Tajo JDBC Driver

Apache Tajo™ provides JDBC driver which enables Java applciations to easily access Apache Tajo in a RDBMS-like manner. In this section, we explain how to get JDBC driver and an example code.

How to get JDBC driver

From Binary Distribution

Tajo binary distribution provides JDBC jar file and its dependent JAR files. Those files are located in ${TAJO_HOME}/share/jdbc-dist/.

From Building Source Code

You can build Tajo from the source code and then get JAR files as follows:

$ tar xzvf tajo-x.y.z-src.tar.gz
$ mvn clean package -DskipTests -Pdist -Dtar
$ ls -l tajo-dist/target/tajo-x.y.z/share/jdbc-dist

Setting the CLASSPATH

In order to use the JDBC driver, you should set the jar files included in tajo-dist/target/tajo-x.y.z/share/jdbc-dist to your CLASSPATH. In addition, you should add hadoop clsspath into your CLASSPATH. So, CLASSPATH will be set as follows:

CLASSPATH=path/to/tajo-jdbc/*:path/to/tajo-site.xml:path/to/core-site.xml:path/to/hdfs-site.xml

Note

You must add the locations which include Tajo config files (i.e., tajo-site.xml) and Hadoop config files (i.e., core-site.xml and hdfs-site.xml) to your CLASSPATH.

An Example JDBC Client

The JDBC driver class name is org.apache.tajo.jdbc.TajoDriver. You can get the driver Class.forName("org.apache.tajo.jdbc.TajoDriver"). The connection url should be jdbc:tajo://<TajoMaster hostname>:<TajoMaster client rpc port>/<database name>. The default TajoMaster client rpc port is 26002. If you want to change the listening port, please refer Cluster Service Configuration Defaults.

Note

Currently, Tajo does not support the concept of database and namespace. All tables are contained in default database. So, you don’t need to specify any database name.

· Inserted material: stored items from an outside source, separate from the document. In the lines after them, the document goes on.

package postgis

import (
	"context"
	"errors"
	"fmt"
	"time"

	"github.com/jackc/pgx/v5"

	"ridgeflank/store"
)

const tokenCols = `id, name, role, created_at, last_used_at, revoked_at`

// lastUsedResolution limits how often Authenticate writes the time of use.
const lastUsedResolution = time.Minute

func scanToken(row pgx.Row) (store.Token, error) {
	var t store.Token
	var role string
	if err := row.Scan(&t.ID, &t.Name, &role, &t.CreatedAt, &t.LastUsedAt, &t.RevokedAt); err != nil {
		return t, err
	}
	t.Role = store.Role(role)
	t.CreatedAt = t.CreatedAt.UTC()
	for _, p := range []**time.Time{&t.LastUsedAt, &t.RevokedAt} {
		if *p != nil {
			u := (*p).UTC()
			*p = &u
		}
	}
	return t, nil
}

// CreateToken implements store.Store.
func (s *Store) CreateToken(ctx context.Context, name string, role store.Role) (_ store.Token, _ string, err error) {
	defer unavailable(&err)
	t, plain, hash, err := store.NewToken(name, role)
	if err != nil {
		return store.Token{}, "", err
	}
	_, err = s.pool.Exec(ctx, `INSERT INTO api_tokens (id, name, role, token_sha256, created_at) VALUES ($1, $2, $3, $4, $5)`,
		t.ID, t.Name, string(t.Role), hash, t.CreatedAt)
	if err != nil {
		return store.Token{}, "", fmt.Errorf("creating token: %w", mapErr(err))
	}
	return t, plain, nil
}

// ListTokens implements store.Store.
func (s *Store) ListTokens(ctx context.Context) (_ []store.Token, err error) {
	defer unavailable(&err)
	rows, err := s.pool.Query(ctx, `SELECT `+tokenCols+` FROM api_tokens ORDER BY created_at, id`)
	if err != nil {
		return nil, fmt.Errorf("listing tokens: %w", err)
	}
	return collect(rows, scanToken)
}

// RevokeToken implements store.Store. Revoking a revoked token keeps the first revocation time.
func (s *Store) RevokeToken(ctx context.Context, id string) (err error) {
	defer unavailable(&err)
	tag, err := s.pool.Exec(ctx, `UPDATE api_tokens SET revoked_at = coalesce(revoked_at, $1) WHERE id = $2`, store.Now(), id)
	if err != nil {
		return fmt.Errorf("revoking token: %w", err)
	}
	if tag.RowsAffected() == 0 {
		return notFound("token", id)
	}
	return nil
}

// Authenticate implements store.Store.
func (s *Store) Authenticate(ctx context.Context, plaintext string) (_ store.Token, err error) {
	defer unavailable(&err)
	if plaintext == "" {
		return store.Token{}, fmt.Errorf("%w: no token", store.ErrUnauthorized)
	}
	t, err := scanToken(s.pool.QueryRow(ctx, `SELECT `+tokenCols+` FROM api_tokens WHERE token_sha256 = $1`, store.HashToken(plaintext)))
	if errors.Is(err, pgx.ErrNoRows) {
		return store.Token{}, fmt.Errorf("%w: unknown token", store.ErrUnauthorized)
	}
	if err != nil {
		return store.Token{}, err
	}
	if t.RevokedAt != nil {
		return store.Token{}, fmt.Errorf("%w: token %s was revoked", store.ErrUnauthorized, t.ID)
	}
	now := store.Now()
	if t.LastUsedAt == nil || now.Sub(*t.LastUsedAt) >= lastUsedResolution {
		if _, err := s.pool.Exec(ctx, `UPDATE api_tokens SET last_used_at = $1 WHERE id = $2`, now, t.ID); err != nil {
			// The token is valid; failing to note its use must not refuse the request.
			s.log.Warn("postgis store: recording token use", "token", t.ID, "err", err)
		} else {
			t.LastUsedAt = &now
		}
	}
	return t, nil
}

The following shows an example of JDBC Client.

import java.sql.Connection;
import java.sql.ResultSet;
import java.sql.Statement;
import java.sql.DriverManager;

public class TajoJDBCClient {

  ....

  public static void main(String[] args) throws Exception {

    try {
      Class.forName("org.apache.tajo.jdbc.TajoDriver");
    } catch (ClassNotFoundException e) {
      // fill your handling code
    }

    Connection conn = DriverManager.getConnection("jdbc:tajo://127.0.0.1:26002/default");

    Statement stmt = null;
    ResultSet rs = null;
    try {
      stmt = conn.createStatement();
      rs = stmt.executeQuery("select * from table1");
      while (rs.next()) {
        System.out.println(rs.getString(1) + "," + rs.getString(3));
      }
    } finally {
      if (rs != null) rs.close();
      if (stmt != null) stmt.close();
      if (conn != null) conn.close();
    }
  }
}

FAQ

java.nio.channels.UnresolvedAddressException

When retriving the final result, Tajo JDBC Driver tries to access HDFS data nodes. So, the network access between JDBC client and HDFS data nodes must be available. In many cases, a HDFS cluster is built in a private network which use private hostnames. So, the host names must be shared with the JDBC client side.